Massa e Poder - O Mar

Elias Canetti


O MAR


      O mar é múltiplo, está em movimento e possui sua densa coesão. Sua multiplicidade são suas ondas: elas a compõem. São incontáveis; quem se encontra no mar está rodeado de ondas por todos os lados. A uniformidade de seu movimento não implica a inexistência de diferenças de tamanho entre elas. As ondas jamais se encontram em repouso absoluto. O vento, vindo de fora, determina-lhes a direção: de acordo com a ordem que ele lhes dá, elas rebentam num ou noutro lugar. A densa coesão das ondas expressa algo que também os homens, quando reunidos numa massa, sentem muito bem: uma condescendência do indivíduo para com os demais que é como se ele fosse os outros, como se não possuísse mais fronteiras a delimitá-lo; uma dependência, pois, de que não há escapatória e, em decorrência disso, uma sensação de força, um ímpeto que todos os outros juntos lhe conferem. A natureza singular dessa coesão entre os homens é desconhecida. Tampouco o mar a explica, mas ele a expressa.

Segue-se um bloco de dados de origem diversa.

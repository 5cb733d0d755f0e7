"""Three invented vessels, from which the demo workbooks are written."""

     Além das ondas, no entanto, há ainda um outro elemento múltiplo que é parte do mar: as gotas. Estas, porém, estão isoladas, são apenas gotas; quando não vinculadas entre si, sua pequenez e seu isolamento possuem algo de impotente. São quase nada e despertam um sentimento de compaixão no observador. Mergulhe-se a mão na água, erga-se a mão novamente e contemplem-se as gotas escorrendo isoladas e débeis por ela. A compaixão que se sente é como se elas fossem pessoas desesperadamente sós. As gotas só contam quando não se pode mais contá-las, quando se dissolvem novamente no todo.

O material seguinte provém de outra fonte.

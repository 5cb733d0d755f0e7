"""A 72 m offshore service vessel, 450 V 60 Hz: three main sets on a split switchboard, an emergency set.

Station keeping runs with the bus-tie open: two islands, each with its own thruster.

Three faults are planted, and should be found; everything else is meant to be sound:

1. Cargo: the load in this mode is beyond the two sets on line (about 105 %), and stays beyond what is left
   with the largest set lost, even after the standby set has come in.
2. Manoeuvring: the no-load voltage of DG2 is trimmed to 104.2 % (Set-points) against 102 % at DG1, so the
   kvar sharing is far outside its tolerance.
3. C-ACC-2: the feeder of the second accommodation panel is far too thin: its breaker is set above what the
   cable carries, and the load alone is beyond the rating.
"""

from __future__ import annotations

from functools import partial
from typing import Any

from tests.demos.consumers import add_load
from tests.demos.equipment import SHORE_HEADINGS, feeder, genset, protect_sets, transformer
from tests.demos.rows import Book, Tables

MODES = ("At sea", "Manoeuvring", "Station keeping", "Cargo", "Harbour", "Shore", "Emergency")
PORT, STARBOARD = {"group": "Port"}, {"group": "Starboard"}


def tables() -> Tables:
    """Return every sheet of the service vessel's workbook."""
    book = Book(hz=60, modes=MODES, consumer_volts={450: 440})
    _project(book)
    _sources(book)
    _distribution(book)
    _thrusters_and_deck(book)
    _cargo(book)
    _engine_room(book)
    _accommodation(book)
    _emergency(book)
    _operation(book)
    _events(book)
    _protection(book)
    return book.finish()


def _project(book: Book) -> None:
    book.add(
        "Project",
        "Item|Value|Note",
        ("Vessel", "Demonstration service vessel", "Invented; no real vessel"),
        ("Hull number", "D-202"),
        ("Document number", "D-202-E-010"),
        ("Revision", "B"),
        ("Date", "2025-04-02"),
        ("Prepared by", "Electrical department"),
        ("Checked by", "Design office"),
        ("Approved by", "Technical manager"),
        ("Rated frequency", 60, "Hz"),
        ("Classification rules and edition", "IACS unified requirements, as amended 2023"),
        ("Ambient temperature", 45, "°C, outside air 35 °C"),
        ("Engine-room temperature", 45, "°C"),
    )
    book.add(
        "Acceptance",
        "Quantity|Limit|Unit|Basis",
        ("Close margin", 5, "%", "Design office practice"),
        ("Voltage reference", "rated voltage of consumer", None, "Consumers are rated 440 V"),
        ("Intermittent diversity", 2.5, "-", "Owner's specification"),
        ("One-set margin", 10, "%", "Running sets stay below 90 %"),
        ("Emergency duration", 18, "h", "SOLAS II-1/43, cargo ship"),
    )


def _sources(book: Book) -> None:
    book.boards(
        # name, V, role, busbar A, Ipk kA, Icw kA, s, earthing, group | Icu fitted kA, ambient
        ("MSB-P", 450, "main", 2500, 105, 50, 1, "insulated", "Port", 50, 45),
        ("MSB-S", 450, "main", 2500, 105, 50, 1, "insulated", "Starboard", 50, 45),
        ("ESB", 450, "emergency", 630, 63, 30, 1, "insulated", None, 36, 40),
        ("ER-P", 450, "distribution", 400, 52, 25, 1, "insulated", "Port", 36, 45),
        ("ER-S", 450, "distribution", 400, 52, 25, 1, "insulated", "Starboard", 36, 45),
        ("DECK", 450, "distribution", 400, 52, 25, 1, "insulated", "Starboard", 36, 45),
        ("CARGO", 450, "distribution", 1000, 63, 30, 1, "insulated", "Port", 36, 45),
        ("HVAC", 450, "distribution", 630, 52, 25, 1, "insulated", "Starboard", 36, 40),
        ("GALLEY", 450, "distribution", 250, 40, 20, 1, "insulated", "Port", 25, 40),
        ("LDB-P", 230, "distribution", 400, 20, 10, 1, "insulated", "Port", 15, 40),
        ("LDB-S", 230, "distribution", 400, 20, 10, 1, "insulated", "Starboard", 15, 40),
        ("ELDB", 230, "distribution", 250, 17, 8, 1, "insulated", None, 10, 40),
        ("ACC-1", 230, "distribution", 160, 17, 8, 1, "insulated", "Port", 10, 40),
        ("ACC-2", 230, "distribution", 160, 17, 8, 1, "insulated", "Starboard", 10, 40),
        ("ER-LT", 230, "distribution", 100, 17, 8, 1, "insulated", None, 10, 45),
        ("NAV", 230, "distribution", 100, 17, 8, 1, "insulated", None, 10, 40),
    )
    large = {"Alternator efficiency [%]": 95.0, "Largest engine load step [%]": 45}
    genset(
        book,
        ("DG1", "MSB-P"),
        (800, 690),
        ("LV 800", "auxiliary winding"),
        22,
        also=large | PORT_GROUP,
        inst_x=17,
    )
    genset(
        book,
        ("DG2", "MSB-S"),
        (800, 690),
        ("LV 800", "auxiliary winding"),
        26,
        also=large | STBD_GROUP,
        inst_x=17,
    )
    small = {"Alternator efficiency [%]": 94.5, "Largest engine load step [%]": 50}
    genset(
        book, ("DG3", "MSB-S"), (500, 430), ("LV 500", "compounded"), 20, also=small | STBD_GROUP, inst_x=18
    )
    emergency = {
        "Service": "emergency",
        "Alternator efficiency [%]": 93.5,
        "Largest engine load step [%]": 70,
        "Start delay [s]": 15,
        "Starts at island load [%]": None,
    }
    genset(book, ("EDG", "ESB"), (250, 220), ("LV 150", "permanent magnet"), 8, also=emergency)
    book.add("Shore supplies", SHORE_HEADINGS, ("Shore", "MSB-S", 450, 60, 600, 18, 6, 0.5))
    book.cable("C-Shore", ("Shore", "MSB-S"), 630, 35, board="MSB-S", cores="3 single")
    book.breaker(
        "Q-Shore", "C-Shore", "MSB-S", 630, icw_ka=25, ir=600, tr=10, tr_at=2, isd=2400, tsd=0.3, ii="off"
    )
    book.add(
        "Ties",
        "Tie|Board A|Board B|Rated current [A]|Reactance [ohm]|Resistance [ohm]",
        ("BT-MSB", "MSB-P", "MSB-S", 2000),
        ("BT-LDB", "LDB-P", "LDB-S", 400),
    )
    tie: dict[str, Any] = {"tr": 12, "tr_at": 1.5, "tsd": 0.3, "ii": "off"}
    book.breaker("Q-BT-MSB", "BT-MSB", "MSB-P", 2000, icw_ka=50, ir=1800, isd=3000, **tie)
    book.breaker("Q-BT-LDB", "BT-LDB", "LDB-P", 400, icw_ka=8, ir=300, isd=1200, **tie)


PORT_GROUP: dict[str, object] = {"Redundancy group": "Port"}
STBD_GROUP: dict[str, object] = {"Redundancy group": "Starboard"}


def _distribution(book: Book) -> None:
    feeder(book, ("MSB-S", "ESB"), 320, 48, short=(5, 0.2), switch_at_end=True)
    feeder(book, ("MSB-P", "ER-P"), 225, 24)
    feeder(book, ("MSB-S", "ER-S"), 225, 28)
    feeder(book, ("MSB-S", "DECK"), 260, 46)
    feeder(book, ("MSB-P", "CARGO"), 800, 32, short=(5, 0.2))
    feeder(book, ("MSB-S", "HVAC"), 330, 38)
    feeder(book, ("MSB-P", "GALLEY"), 130, 42)
    for name, board, to in (("T-LV1", "MSB-P", "LDB-P"), ("T-LV2", "MSB-S", "LDB-S")):
        transformer(
            book,
            name,
            (board, to),
            120,
            (4.0, 1.75, 0.42),
            lengths_m=(16, 10),
            primary=(8, 0.2),
            secondary=(4.5, 0.15),
            also={"Vector group": "Dd0"},
        )
    for name in ("T-EM1", "T-EM2"):
        transformer(
            book,
            name,
            ("ESB", "ELDB"),
            50,
            (3.8, 0.95, 0.24),
            lengths_m=(8, 6),
            primary=(8, 0.2),
            secondary=(4.5, 0.15),
        )
    feeder(book, ("LDB-P", "ACC-1"), 110, 34, short=(5, 0.08))
    # planted: 10 mm2 where the setting of 110 A asks for 35 mm2
    book.cable(
        "C-ACC-2", ("LDB-S", "ACC-2"), 110, 30, board="LDB-S", max_drop_percent=1.5, section_mm2=10, bunched=8
    )
    book.breaker(
        "Q-ACC-2", "C-ACC-2", "LDB-S", 160, icw_ka=8, ir=110, tr=10, tr_at=2, isd=550, tsd=0.08, ii="off"
    )
    feeder(book, ("LDB-P", "ER-LT"), 70, 30, short=(5, 0.08))
    feeder(book, ("ELDB", "NAV"), 63, 26, short=(5, 0.08))


def _thrusters_and_deck(book: Book) -> None:
    load = partial(add_load, book)
    # demand: at sea, manoeuvring, station keeping, cargo, harbour, shore, emergency
    load(
        "Bow thruster", "MSB-P", "Thrusters", "converter", 1, 320, "- 1/50 1/60 - - - -", 40,
        about="330 kW drive behind a 12-pulse rectifier", pf=0.94, dpf=0.96, pulses="12-pulse", choke=4,
        spectrum="Typical 12-pulse", fused=True, **PORT,
    )  # fmt: skip
    load(
        "Stern thruster", "MSB-S", "Thrusters", "converter", 1, 240, "- 1/45 1/60 - - - -", 45,
        about="Drive with active front end", pf=0.99, dpf=1.0, pulses="active front end", choke=8,
        spectrum="Typical active front end", fused=True, **STARBOARD,
    )  # fmt: skip
    load(
        "Towing winch", "MSB-S", "Deck", "converter", 1, 110, "1/15i 1/30i 1/20i - - - -", 52,
        about="Frequency-controlled, brakes into the board through a regenerative rectifier",
        pf=0.93, dpf=0.95, pulses="6-pulse", dc_choke=4, regen="yes", spectrum="Typical 6-pulse DC link",
        fused=True, stage=1, **STARBOARD,
    )  # fmt: skip
    oil = {"law": "constant", "start": "star-delta", "change_s": 5, "stage": 1, **STARBOARD}
    load("Deck crane pump 1", "DECK", "Deck", "motor", 1, 55, "- - 1/40i 1/70i 1/40i - -", 30, ist=6.8, **oil)
    load("Deck crane pump 2", "DECK", "Deck", "motor", 1, 55, "- - - 1/70i - - -", 34, ist=6.8, **oil)
    load(
        "Tugger winch",
        "DECK",
        "Deck",
        "motor",
        2,
        22,
        "- - 1/50i 2/60i 1/50i - -",
        28,
        tl=2.0,
        law="constant",
    )
    load(
        "Capstan", "DECK", "Deck", "motor", 2, 18.5, "- 2/50i - - - - -", 36, tl=2.2, law="constant", stage=1
    )
    load(
        "Anchor windlass",
        "DECK",
        "Deck",
        "motor",
        1,
        45,
        "- 1/50i - - - - -",
        44,
        tl=2.2,
        law="constant",
        **STARBOARD,
    )
    load("Deck machinery cooling pump", "DECK", "Deck", "motor", 1, 5.5, "- 1/80 1/80 1/80 - - -", 26)
    load(
        "Rescue-boat davit", "DECK", "Safety", "motor", 1, 15, "- - 1/60o - - - -", 38, for_="safety", tl=2.0
    )
    load("Hose reel", "DECK", "Cargo", "motor", 2, 7.5, "- - - 2/40i - - -", 30, law="constant")


def _cargo(book: Book) -> None:
    load = partial(add_load, book)
    pump: dict[str, Any] = {"ist": 6.7, "stage": 2, "inertia": 1.4, "start_s": 5, **PORT}
    wye: dict[str, Any] = {"start": "star-delta", "change_s": 5}
    load(
        "Mud pump 1",
        "CARGO",
        "Cargo",
        "motor",
        1,
        110,
        "- - - 1/95 - - -",
        16,
        eff=95.2,
        pf=0.87,
        **pump,
        **wye,
    )
    load(
        "Mud pump 2",
        "CARGO",
        "Cargo",
        "motor",
        1,
        110,
        "- - - 1/95 - - -",
        18,
        eff=95.2,
        pf=0.87,
        **pump,
        **wye,
    )
    load(
        "Fuel cargo pump 1",
        "CARGO",
        "Cargo",
        "motor",
        1,
        75,
        "- - - 1/92 - - -",
        20,
        eff=94.6,
        pf=0.87,
        **pump,
        **wye,
    )
    load(
        "Fuel cargo pump 2",
        "CARGO",
        "Cargo",
        "motor",
        1,
        75,
        "- - - 1/92 - - -",
        22,
        eff=94.6,
        pf=0.87,
        **pump,
        **wye,
    )
    load(
        "Brine pump",
        "CARGO",
        "Cargo",
        "motor",
        1,
        75,
        "- - - 1/90i - - -",
        22,
        eff=94.6,
        pf=0.87,
        **pump,
        **wye,
    )
    load(
        "Bulk air compressor 1", "MSB-P", "Cargo", "motor", 1, 132, "- - - 1/92 - - -", 30,
        start="soft starter", soft_in=3.2, ramp_s=10, law="constant", eff=95.4, pf=0.88, ist=6.5, rpm=1785,
        inertia=2.6, stage=2, **PORT,
    )  # fmt: skip
    load(
        "Bulk air compressor 2", "MSB-S", "Cargo", "motor", 1, 132, "- - - 1/92o - - -", 34,
        start="soft starter", soft_in=3.2, ramp_s=10, law="constant", eff=95.4, pf=0.88, ist=6.5, rpm=1785,
        inertia=2.6, stage=2, **STARBOARD,
    )  # fmt: skip
    load("Bulk air dryer", "CARGO", "Cargo", "general", 2, 6, "- - - 2/80 - - -", 24, pf=0.88, stage=2)
    load("Fresh-water cargo pump", "CARGO", "Cargo", "motor", 1, 37, "- - - 1/85 - - -", 24, **pump, **wye)
    load("Tank cleaning pump", "CARGO", "Cargo", "motor", 1, 30, "1/85i - - - 1/85i - -", 24, **wye, stage=1)
    load("Cargo hydraulic pump", "CARGO", "Cargo", "motor", 1, 18.5, "- - - 1/70i - - -", 18, law="constant")
    load("Stripping pump", "CARGO", "Cargo", "motor", 2, 7.5, "- - - 1/80i - - -", 22, law="constant")
    load(
        "Mud tank agitator",
        "CARGO",
        "Cargo",
        "motor",
        4,
        5.5,
        "- - 4/60 4/70 - - -",
        32,
        law="constant",
        stage=2,
    )
    load(
        "Ballast pump 1", "MSB-P", "Cargo", "motor", 1, 45, "1/80i - 1/80i 1/85 1/80i - -", 26, **wye, **PORT
    )
    load("Ballast pump 2", "MSB-S", "Cargo", "motor", 1, 45, "- - 1/80i 1/85i - - -", 28, **wye, **STARBOARD)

      O mar tem uma voz que é bastante mutável e que se ouve sempre. Trata-se de uma voz que soa como milhares de vozes. A ela atribuem-se muitas características: paciência, dor, ira. Mas o que essa voz possui de mais impressionante é sua tenacidade. O mar nunca dorme. Pode ser ouvido continuamente, de dia, de noite, anos a o, décadas; sabe-se que séculos atrás já o ouviam. Em seu ímpeto como em seu protesto, ele lembra a única criatura que com ele compartilha essas qualidades nas mesmas proporções: a massa. O mar possui, contudo, a constância que falta a esta última. Ele não se esvai e desaparece de tempos em tempos: está sempre ali. Nele, o maior e sempre vão desejo da massa — o de permanecer — apresenta-se já realizado.

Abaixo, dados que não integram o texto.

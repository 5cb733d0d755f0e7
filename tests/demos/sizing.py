"""How the demo vessels' cables and breakers were chosen: the yard's side of the calculation.

Independent of the program under test on purpose, so that a demo does not agree with it by construction.
"""

from __future__ import annotations

from bisect import bisect_left
from math import sqrt

SECTIONS_MM2 = (1.5, 2.5, 4, 6, 10, 16, 25, 35, 50, 70, 95, 120, 150, 185, 240, 300)
# IEC 60228 class 2, plain copper at 20 degC [ohm/km]
RESISTANCE_20C = (
    12.1,
    7.41,
    4.61,
    3.08,
    1.83,
    1.15,
    0.727,
    0.524,
    0.387,
    0.268,
    0.193,
    0.153,
    0.124,
    0.0991,
    0.0754,
    0.0601,
)
REACTANCE_OHM_PER_KM = 0.1
HEATING_90C = 1 + 0.00393 * 70
CORE_FACTOR = {"3 single": 1.0, "2": 0.85, "3": 0.70, "4": 0.70}
FRAMES_A = (6, 10, 16, 20, 25, 32, 40, 50, 63, 80, 100, 125, 160, 200, 250, 320, 400, 500, 630)
FUSES_A = (16, 20, 25, 32, 40, 50, 63, 80, 100, 125, 160, 200, 250, 315, 400, 500, 630)
SUPPLY_BREAKERS_A = (100, 160, 250, 400, 630, 800, 1000, 1250, 1600, 2000, 2500, 3200, 4000)
# full-load efficiency and power factor of 4-pole motors by kW (IE2/IE3 class, common practice)
MOTOR_KW = (0.75, 1.5, 3, 5.5, 7.5, 11, 15, 22, 30, 45, 75, 110, 160, 250)
MOTOR_EFFICIENCY = (0.80, 0.84, 0.87, 0.89, 0.90, 0.91, 0.92, 0.93, 0.935, 0.94, 0.945, 0.95, 0.955, 0.958)
MOTOR_COS_PHI = (0.72, 0.77, 0.80, 0.82, 0.82, 0.83, 0.84, 0.85, 0.86, 0.86, 0.87, 0.88, 0.88, 0.89)


def motor_figures(kw: float) -> tuple[float, float]:
    """Return full-load efficiency and power factor of a motor from the next listed size up."""
    place = min(bisect_left(MOTOR_KW, kw), len(MOTOR_KW) - 1)
    return MOTOR_EFFICIENCY[place], MOTOR_COS_PHI[place]


def line_current_a(kva: float, volts: float, phases: int = 3) -> float:
    """Return the line current [A] of an apparent power."""
    return 1000 * kva / (volts * (sqrt(3) if phases == 3 else 1))


def next_size(amps: float, sizes: tuple[int, ...] = FRAMES_A) -> int:
    """Return the smallest listed rating not below `amps`."""
    for size in sizes:
        if size >= amps:
            return size
    raise ValueError(f"no rating above {amps:.0f} A in the list that ends at {sizes[-1]} A")


def rating_a(section_mm2: float, cores: str, ambient_degc: float, bunched: int) -> float:
    """Return the continuous rating [A] of one run with 90 degC insulation.

    IEC 60092-352 Annex B, I = 17 S^0.625 at 45 degC, corrected by sqrt((90 - Ta)/45); 0.85 in bunches of
    more than six.
    """
    return float(
        17
        * section_mm2**0.625
        * CORE_FACTOR[cores]
        * sqrt((90 - ambient_degc) / 45)
        * (0.85 if bunched > 6 else 1.0)
    )


def drop_percent(amps: float, length_m: float, section_mm2: float, volts: float, phases: int) -> float:
    """Return the fall of voltage [% of nominal] along one run at a power factor of 0.8, at 90 degC."""
    ohm_per_km = RESISTANCE_20C[SECTIONS_MM2.index(section_mm2)] * HEATING_90C
    factor = sqrt(3) if phases == 3 else 2.0
    return factor * amps * length_m / 1000 * (0.8 * ohm_per_km + 0.6 * REACTANCE_OHM_PER_KM) / volts * 100


def choose_cable(
    amps: float,
    volts: float,
    length_m: float,
    *,
    cores: str = "3",
    phases: int = 3,
    ambient_degc: float = 45,
    bunched: int = 6,
    max_drop_percent: float = 3.0,
    least_mm2: float = 1.5,
    drop_amps: float | None = None,
) -> tuple[int, float]:
    """Return runs in parallel and section [mm2] that carry `amps` and hold the fall of voltage."""
    largest = 300 if cores == "3 single" else max(120, least_mm2)
    for runs in range(1, 13):
        for section in SECTIONS_MM2:
            if section < least_mm2 or section > largest or (runs > 1 and section < 50):
                continue
            drop = drop_percent((drop_amps or amps) / runs, length_m, section, volts, phases)
            if runs * rating_a(section, cores, ambient_degc, bunched) >= amps and drop <= max_drop_percent:
                return runs, section
    raise ValueError(f"no cable for {amps:.0f} A over {length_m:.0f} m at {volts:.0f} V")
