"""A 150 m construction vessel, 60 Hz: six main sets on a 6.6 kV ring of four sections, about 60 boards.

Two propulsion motors are fed by four 12-pulse converter pairs behind three-winding transformers; the pairs
of one shaft are shifted by 15 degrees against each other. Four thrusters, two batteries, a harbour set, an
emergency set, a synchronous pump motor. The section ties have the impedance of their busbar trunking (about
20 m), so that the ring's currents are determined.

The second converter pair of each shaft is taken off by the preferential trip (stage 2). In harbour the
harbour set is alone: its loss is a blackout, and is reported as it is.

Meant to be a sound design but for one planted fault: the harbour set is shunt excited, its short-circuit
current collapses, and behind delayed breakers a fault in harbour does not clear.
"""

from __future__ import annotations

from tests.demos.consumers import read_loads
from tests.demos.large_loads import load_lists
from tests.demos.large_operation import add_operation
from tests.demos.large_plant import add_plant
from tests.demos.rows import Book, Tables

MODES = (
    "Transit",
    "Slow transit",
    "Manoeuvring",
    "Station keeping closed ring",
    "Station keeping in two parts",
    "Heavy lift",
    "Harbour",
    "At anchor",
    "Shore supply",
    "Emergency",
)
LETTERS = "TSMKPLHAOE"


def tables() -> Tables:
    """Return every sheet of the construction vessel's workbook."""
    book = Book(hz=60, modes=MODES, letters=LETTERS, consumer_volts={450: 440})
    _project(book)
    add_plant(book)
    for text in load_lists():
        read_loads(book, text)
    add_operation(book)
    return book.finish()


def _project(book: Book) -> None:
    book.add(
        "Project",
        "Item|Value|Note",
        ("Vessel", "Demonstration construction vessel", "Invented; no real vessel"),
        ("Hull number", "D-303"),
        ("Document number", "D-303-E-010"),
        ("Revision", "C"),
        ("Date", "2025-05-20"),
        ("Prepared by", "Electrical department"),
        ("Checked by", "Design office"),
        ("Approved by", "Technical manager"),
        ("Rated frequency", 60, "Hz"),
        ("Classification rules and edition", "IACS unified requirements, as amended 2023"),
        ("Ambient temperature", 45, "°C, outside air 35 °C"),
        ("Engine-room temperature", 45, "°C"),
    )
    book.add(
        "Acceptance",
        "Quantity|Limit|Unit|Basis",
        ("Close margin", 5, "%", "Design office practice"),
        ("Voltage reference", "nominal of board", None, "Agreed with the owner"),
        ("Intermittent diversity", 2.5, "-", "Owner's specification"),
        ("One-set margin", 10, "%", "Running sets stay below 90 %"),
        ("Emergency duration", 18, "h", "SOLAS II-1/43, cargo ship"),
        ("Total harmonic distortion", 8, "%", "IACS UR E24"),
    )
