def _kaon_semileptonic(p: dict[str, Number], q: dict[str, Number]) -> dict[str, Number]:
    out: dict[str, Number] = {}
    pion2 = p["mass_pi"] ** 2
    # The Callan-Treiman point is that of the K0 -> pi- form factor for both charge states.
    slope0 = pion2 / (p["mass_K0"] ** 2 - pion2) * (p["form_factor_log_C_K_pi"] - p["dispersive_G0_K_pi"])
    out["form_factor_scalar_slope_K_pi"] = slope0

    def series(slope: Number, p2: Number, p3: Number) -> Any:
        def form_factor(t: Number) -> Number:
            x = t / pion2
            return 1 + slope * x + (slope**2 + p2) * x**2 / 2 + (slope**3 + 3 * p2 * slope + p3) * x**3 / 6

        return form_factor

    dispersive = (
        series(p["form_factor_slope_K_pi"], p["dispersive_p2_vector_K_pi"], p["dispersive_p3_vector_K_pi"]),
        series(slope0, p["dispersive_p2_scalar_K_pi"], p["dispersive_p3_scalar_K_pi"]),
    )

    def quadratic_vector(t: Number) -> Number:
        x = t / pion2
        return 1 + p["form_factor_linear_K_pi"] * x + p["form_factor_curvature_K_pi"] * x**2 / 2

    def linear_scalar(t: Number) -> Number:
        return 1 + p["form_factor_scalar_linear_K_pi"] * t / pion2

    product = p["form_factor_K_pi"] * q["magnitude_V_us"]
    out["product_K_pi"] = product
    fermi, hbar = p["fermi_constant"], p["reduced_planck_constant"]
    rate = fermi**2 / (192 * mp.pi**3) / hbar
    out["rate_unit_K0_pi_l_nu"], out["rate_unit_K_pi0_l_nu"] = (
        rate * p["mass_K0"] ** 5,
        rate * p["mass_K"] ** 5 / 2,
    )
    for lepton in ("e", "mu"):
        for suffix, (vector, scalar) in (
            ("", dispersive),
            ("_quadratic", (quadratic_vector, linear_scalar)),
        ):
            neutral = kaon_phase_space(p["mass_K0"], p["mass_pi"], p[f"mass_{lepton}"], vector, scalar)
            charged = kaon_phase_space(p["mass_K"], p["mass_pi0"], p[f"mass_{lepton}"], vector, scalar)
            out[f"phase_space_K0_pi_{lepton}_nu{suffix}"] = neutral
            out[f"phase_space_K_pi0_{lepton}_nu{suffix}"] = charged
            common = rate * product**2
            common *= p["short_distance_factor_semileptonic"]
            width0 = common * p["mass_K0"] ** 5 * neutral * (1 + p[f"radiative_K0_pi_{lepton}_nu"])
            out[f"branching_KL_pi_{lepton}_nu{suffix}"] = width0 * p["lifetime_KL"]
            out[f"branching_KS_pi_{lepton}_nu{suffix}"] = width0 * p["lifetime_KS"]
            corrections = 1 + p[f"radiative_K_pi0_{lepton}_nu"] + 2 * p["isospin_breaking_K_pi"]
            width = common * p["mass_K"] ** 5 * charged * corrections / 2
            out[f"branching_K_pi0_{lepton}_nu{suffix}"] = width * p["lifetime_K"]
    return out


def _mixing(p: dict[str, Number], q: dict[str, Number]) -> dict[str, Number]:
    out: dict[str, Number] = {}
    v = {name[2:]: value for name, value in q.items() if name.startswith("V_")}
    hbar_ps = p["reduced_planck_constant"] * mpf(10) ** 12
    x_t, x_c = (p["top_mass_msbar"] / p["mass_W"]) ** 2, (p["charm_mass_msbar"] / p["mass_W"]) ** 2
    s_t, s_c, s_ct = box_function(x_t), box_function(x_c), box_function_mixed(x_c, x_t)
    out["box_function_top"], out["box_function_charm"], out["box_function_charm_top"] = s_t, s_c, s_ct
    prefactor = (p["fermi_constant"] * p["mass_W"]) ** 2 / (12 * mp.pi**2)
    out["mixing_prefactor"] = prefactor
    out["top_mass_pole"] = top_pole_mass(p["top_mass_msbar"], p["strong_coupling_mZ"], p["mass_Z"])

    element_s = p["mixing_matrix_element_Bs"]
    out["mixing_matrix_element_Bd"] = element_s / p["mixing_matrix_element_ratio"]
    for meson, down, element in (
        ("Bd", "d", element_s / p["mixing_matrix_element_ratio"]),
        ("Bs", "s", element_s),
    ):
        strength = prefactor * p[f"mass_{meson}"] * element**2 * p["short_distance_factor_B"] * s_t
        out[f"box_strength_{meson}"] = strength
        # ratio of the top to the charm product: its phase is the mixing phase in the frame of real V_cb V_cq*
        charm = v["cb"] * mp.conj(v["c" + down])
        rotated = v["tb"] * mp.conj(v["t" + down]) * mp.conj(charm) / abs(charm)
        amplitude = strength * rotated**2
        out[f"box_amplitude_{meson}"] = out[f"M12_{meson}"] = amplitude
        out[f"mixing_frequency_{meson}"] = 2 * abs(amplitude) / hbar_ps
        out[f"mixing_phase_{meson}"] = degrees(mp.arg(amplitude))

    # kaons, with lambda_u made real
    up, charm, top = (v[quark + "d"] * mp.conj(v[quark + "s"]) for quark in "uct")
    frame = abs(up) / up
    up, charm, top = abs(up), charm * frame, top * frame
    strength = prefactor * p["mass_K0"] * p["decay_constant_K"] ** 2 * p["bag_K"]
    out["kaon_product_up"], out["kaon_product_charm"], out["kaon_product_top"] = up, charm, top
    out["mixing_strength_K"] = strength
    s_tt, s_ut = s_t + s_c - 2 * s_ct, s_c - s_ct
    m12_top = strength * p["short_distance_factor_top_top"] * s_tt * mp.conj(top) ** 2
    m12_up_top = 2 * strength * p["short_distance_factor_up_top"] * s_ut * up * mp.conj(top)
    out["M12_K_top"], out["M12_K_up_top"], out["M12_K"] = m12_top, m12_up_top, m12_top + m12_up_top
    m12_charm_form = strength * (
        mp.conj(charm) ** 2 * p["short_distance_factor_charm_charm"] * s_c
        + mp.conj(top) ** 2 * p["short_distance_factor_top_top_charm_form"] * s_t
        + 2 * mp.conj(charm) * mp.conj(top) * p["short_distance_factor_charm_top"] * s_ct
    )
    out["M12_K_charm_top"] = m12_charm_form
    scale = p["long_distance_factor_epsilon_K"] / (mp.sqrt(2) * p["mass_difference_K"])
    out["epsilon_K"] = scale * mp.im(m12_top + m12_up_top)
    out["epsilon_K_charm_top"] = scale * mp.im(m12_charm_form)

    # phases, from the angles and not from M12
    beta, beta_s, gamma = (q[f"angle_{name}"] * mp.pi / 180 for name in ("beta", "beta_s", "gamma"))
    shift_d, shift_s = p["penguin_shift_2beta"] * mp.pi / 180, p["penguin_shift_phi_s"] * mp.pi / 180
    out["sine_2beta_ccs"] = mp.sin(2 * beta + shift_d)
    out["cosine_2beta_ccs"] = mp.cos(2 * beta + shift_d)
    out["phase_phi_s"] = -2 * beta_s + shift_s
    out["sine_2beta_plus_gamma"] = mp.sin(2 * beta + gamma)
    out["isospin_alpha"] = degrees(mp.pi - gamma - beta)
    return out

     O mar abrange tudo e nunca se pode preenchê-lo inteiramente. Todos os rios, torrentes, nuvens, todas as águas da terra poderiam derramar-se sobre o mar e, ainda assim, ele não aumentaria de fato; não teria mudado; ter-se-ia sempre a sensação de que se trata do mesmo mar. É, pois, tão grande, que pode servir de modelo à massa, cujo desejo é crescer sempre mais. Esta poderia tornar-se tão imensa quanto o mar, e é para consegui-lo que ela atrai mais e mais pessoas. Na palavra oceano, o mar encontrou algo como sua dignidade mais solene. O oceano é universal; é ele que chega a todas as partes, que banha todos os países; é nele que, segundo uma antiga concepção, a terra nada. Não fosse o mar impreenchível, a massa não teria um modelo para sua insaciabilidade. Ela poderia não adquirir tanta consciência de seu impulso mais profundo e obscuro: o de atrair mais e mais pessoas. Estendendo-se, porém, naturalmente diante de seus olhos, o oceano confere-lhe um direito mítico a seu inexpugnável ímpeto de universalidade.
     Embora seja mutável em seus afetos — pode acalmar e ameaçar, pode irromper em tempestades —, o mar está sempre ali. Sabe-se onde ele está; sua localização tem algo de aberto, de não oculto. Ele não surge de repente onde antes nada havia. Não possui o caráter misterioso e súbito do fogo; este — um animal impetuoso — assalta as pessoas provindo do nada, de modo que é de se esperar que surja em qualquer parte. Já o mar, somente se pode esperar encontrá-lo onde se sabe com certeza, que ele está.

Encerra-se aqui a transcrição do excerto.